After assessing all the available data, FDA said in a new Drug Safety Communication that it is making revisions to prescribing information for opioid analgesics to encourage safe use.

The prescribing information and labeling for extended-release or long-acting (EX/LA) and immediate-release (IR) opioid analgesics will include a warning about opioid-induced hyperalgesia (OIH), or heightened sensitivity to pain. This includes differences between symptoms of OIH and opioid tolerance and withdrawal.

The prescribing information and labeling will also warn that overdose risk increases with higher doses for all opioids. In addition, FDA will revise its approved use for EX/LA opioids “to recommend they be reversed for severe and persistent pain that requires an extended treatment period with a daily opioid pain medicine and for which alternative treatment options are inadequate.”

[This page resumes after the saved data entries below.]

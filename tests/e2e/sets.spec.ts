import { expect, test } from "@playwright/test";
import { SetsPage } from "./pages/sets-page";
import { BenchPage } from "./pages/bench-page";
import { SignInPage } from "./pages/sign-in-page";
import { SAME_ORIGIN } from "./pages/origin";

const CHANNEL = "gearbox-endurance/torque-node/input-torque";
const spec = { kind: "iir", family: "butterworth", response: "lowpass", order: 4, cutoffHz: 90, sampleRateHz: 1000 };

/**
 * The whole review-and-deploy path in one browser: an engineer saves (through the API, as the bench
 * does) and submits, a lead approves and promotes, the demo device acknowledges through the sidecar,
 * and the set page shows the deployment active. Needs the sidecar (deployment worker, demo rig) running.
 */
test("engineer submits, lead approves and promotes, the device acknowledges", async ({ page, browser }) => {
  test.setTimeout(120_000);
  const name = `E2E torque LP ${Date.now().toString(36)}`;
  const signIn = new SignInPage(page);
  const sets = new SetsPage(page);

  await signIn.signInAs("engineer");
  const { setId } = await SetsPage.createThroughApi(page.request, { channel: CHANNEL, name, notes: "e2e", spec });
  await sets.openList();
  await sets.search(name);
  await expect(sets.row(setId)).toContainText("Draft");
  await sets.row(setId).getByRole("link", { name }).click();
  await expect(page.getByTestId("set-name")).toHaveText(name);
  await expect(page.getByTestId("promote-form")).toHaveCount(0);
  await sets.submitForReview(1);
  await signIn.signOut();

  await signIn.signInAs("lead");
  await sets.approveFromReviews(name, "Checked the delay against the loop budget.");
  await sets.open(setId);
  await expect(sets.revision(1)).toHaveAttribute("data-state", "approved");
  await sets.promote(1, [CHANNEL]);
  await expect(sets.deployment(CHANNEL)).toHaveAttribute("data-state", "active", { timeout: 20_000 });
  await expect(sets.deployment(CHANNEL)).toContainText("Active");
  // Once the device has answered, nothing still says it is waiting.
  await expect(page.getByText(/waiting for the device/i)).toHaveCount(0);
  await expect(page.getByTestId("promote-form").getByRole("status")).toHaveText("The device has answered: the deployments on this page show what runs now.");

  const production = await page.request.get(`/api/v1/channels/${CHANNEL}/production`);
  expect(production.status()).toBe(200);
  expect(await production.json()).toMatchObject({ setId, revision: 1, setName: name, spec });

  // The channel's bench now runs the acknowledged revision as its production trace.
  const bench = new BenchPage(page);
  await bench.open(CHANNEL);
  await expect(page.getByText(`Production: ${name} revision 1`)).toBeVisible();
  await expect.poll(async () => (await bench.latest()).production, { timeout: 15_000 }).toEqual(expect.any(Number));
  const first = (await bench.latest()).production;
  await expect.poll(async () => (await bench.latest()).production, { timeout: 15_000 }).not.toBe(first);

  const operator = await browser.newPage();
  await new SignInPage(operator).signInAs("operator");
  await operator.goto(`/sets/${setId}`);
  await expect(operator.locator(`tr[data-channel="${CHANNEL}"]`).first()).toHaveAttribute("data-state", "active");
  await expect(operator.getByRole("button", { name: /Roll back|Promote|Approve|Submit/ })).toHaveCount(0);
  await operator.close();
});

test("an engineer may not approve, and a lead may not approve their own revision", async ({ page }) => {
  const signIn = new SignInPage(page);
  await signIn.signInAs("lead");
  const { revisionId } = await SetsPage.createThroughApi(page.request, { channel: CHANNEL, name: `E2E own ${Date.now().toString(36)}`, spec });
  const submit = await page.request.post(`/api/v1/revisions/${revisionId}/transitions`, { data: { action: "submit", expectedVersion: 1 }, headers: SAME_ORIGIN });
  expect(submit.status()).toBe(200);
  const own = await page.request.post(`/api/v1/revisions/${revisionId}/transitions`, { data: { action: "approve", expectedVersion: 2 }, headers: SAME_ORIGIN });
  expect(own.status()).toBe(403);
  expect((await own.json()).error.message).toMatch(/Four eyes/);
  await signIn.signOut();
  await signIn.signInAs("engineer");
  const engineer = await page.request.post(`/api/v1/revisions/${revisionId}/transitions`, { data: { action: "approve", expectedVersion: 2 }, headers: SAME_ORIGIN });
  expect(engineer.status()).toBe(403);
});
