import type { ReactNode } from "react";
import { requirePageUser } from "@/app/_lib/auth";
import { QueryProvider } from "@/components/providers/query-provider";
import { AppHeader } from "@/components/shell/app-header";

export default async function LabLayout({ children }: { children: ReactNode }) {
  const user = await requirePageUser();
  return (
    <>
      <AppHeader user={user} />
      <main className="mx-auto max-w-screen-2xl px-4 py-6">
        <QueryProvider>{children}</QueryProvider>
      </main>
    </>
  );
}
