import { expect, test } from "@playwright/test";
import { BenchPage } from "./pages/bench-page";
import { SignInPage } from "./pages/sign-in-page";

// Frame strain: 1 kHz, a 50 Hz hum and drift (demo rig), so a 1 s window always holds a visible trace.
const CHANNEL = "hydraulic-press/env-node/frame-strain";

test("a paused 1 s window zooms into the traces it holds instead of going blank", async ({ page }) => {
  test.setTimeout(90_000);
  await new SignInPage(page).signInAs("engineer");
  const bench = new BenchPage(page);
  await bench.open(CHANNEL);
  await bench.setWindow(1);
  await bench.expectTraceMoving("raw");
  await expect.poll(() => bench.plottedPixels(bench.liveChart), { timeout: 10_000 }).toBeGreaterThan(200);
  await bench.pause();
  // The stream runs on for longer than the window before the engineer zooms into what was paused.
  await page.waitForTimeout(2_500);
  await bench.dragZoom(bench.liveChart, 0.3, 0.6);
  await page.waitForTimeout(500);
  await page.screenshot({ path: test.info().outputPath("paused-zoom.png") });
  expect(await bench.plottedPixels(bench.liveChart), "the zoomed plot still draws the raw trace").toBeGreaterThan(200);
  // A double click goes back to the whole paused window, still drawn.
  await bench.liveChart.locator(".u-over").dblclick();
  await page.waitForTimeout(300);
  expect(await bench.plottedPixels(bench.liveChart)).toBeGreaterThan(200);
});

test("a 49.98 Hz notch is drawn at its depth, and zooming the magnitude zooms the phase with a grid of its own", async ({ page }) => {
  test.setTimeout(180_000);
  await new SignInPage(page).signInAs("engineer");
  const bench = new BenchPage(page);
  await bench.open(CHANNEL);
  const candidate = await bench.addCandidate();
  await bench.chooseKind("Notch / peak (bandwidth Q)");
  await bench.setNumber("Centre(Hz)", 49.98);
  await expect(bench.summary(candidate)).toContainText("49.98 Hz, Q 30");
  await bench.closeEditor();
  await bench.showView("Response");
  const magnitude = page.getByTestId("bode-magnitude");
  const phase = page.getByTestId("bode-phase");
  await expect(magnitude.locator("canvas")).toBeVisible();
  await magnitude.scrollIntoViewIfNeeded();
  await magnitude.screenshot({ path: test.info().outputPath("notch-response.png") });
  // The band spans 0.05 … 499.5 Hz on a log axis: the notch at 49.98 Hz sits at 3/4 of the width.
  await bench.dragZoom(magnitude, 0.7, 0.8);
  await expect(page.getByTestId("frequency-zoom")).toBeVisible();
  const zoomText = (await page.getByTestId("frequency-zoom").textContent()) ?? "";
  const [lo, hi] = [...zoomText.matchAll(/([\d.]+) Hz/g)].map((m) => Number(m[1]));
  expect(lo).toBeLessThan(49.98);
  expect(hi).toBeGreaterThan(49.98);
  await page.waitForTimeout(500);
  await page.screenshot({ path: test.info().outputPath("notch-zoomed.png") });
  expect(await bench.plottedPixels(phase), "the phase chart follows into the zoomed range").toBeGreaterThan(50);
  await magnitude.locator(".u-over").dblclick();
  await expect(page.getByTestId("frequency-zoom")).toHaveCount(0);
});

Furthermore, the boxed warning label for all opioid analgesics will cite the risks of respiratory depression along with risks linked to the use of opioid analgesics with benzodiazepines or other medicines that can depress the central nervous system.

FDA advised health care providers to discuss the effect of a patient’s pain on their quality of life while also identifying possible causes of pain. If a patient’s pain is more severe and the use of alternative treatment options is insufficient, health care professionals may “prescribe the lowest effective dose of an IR opioid for the shortest duration of time to reduce the risks associated with these products,” FDA said.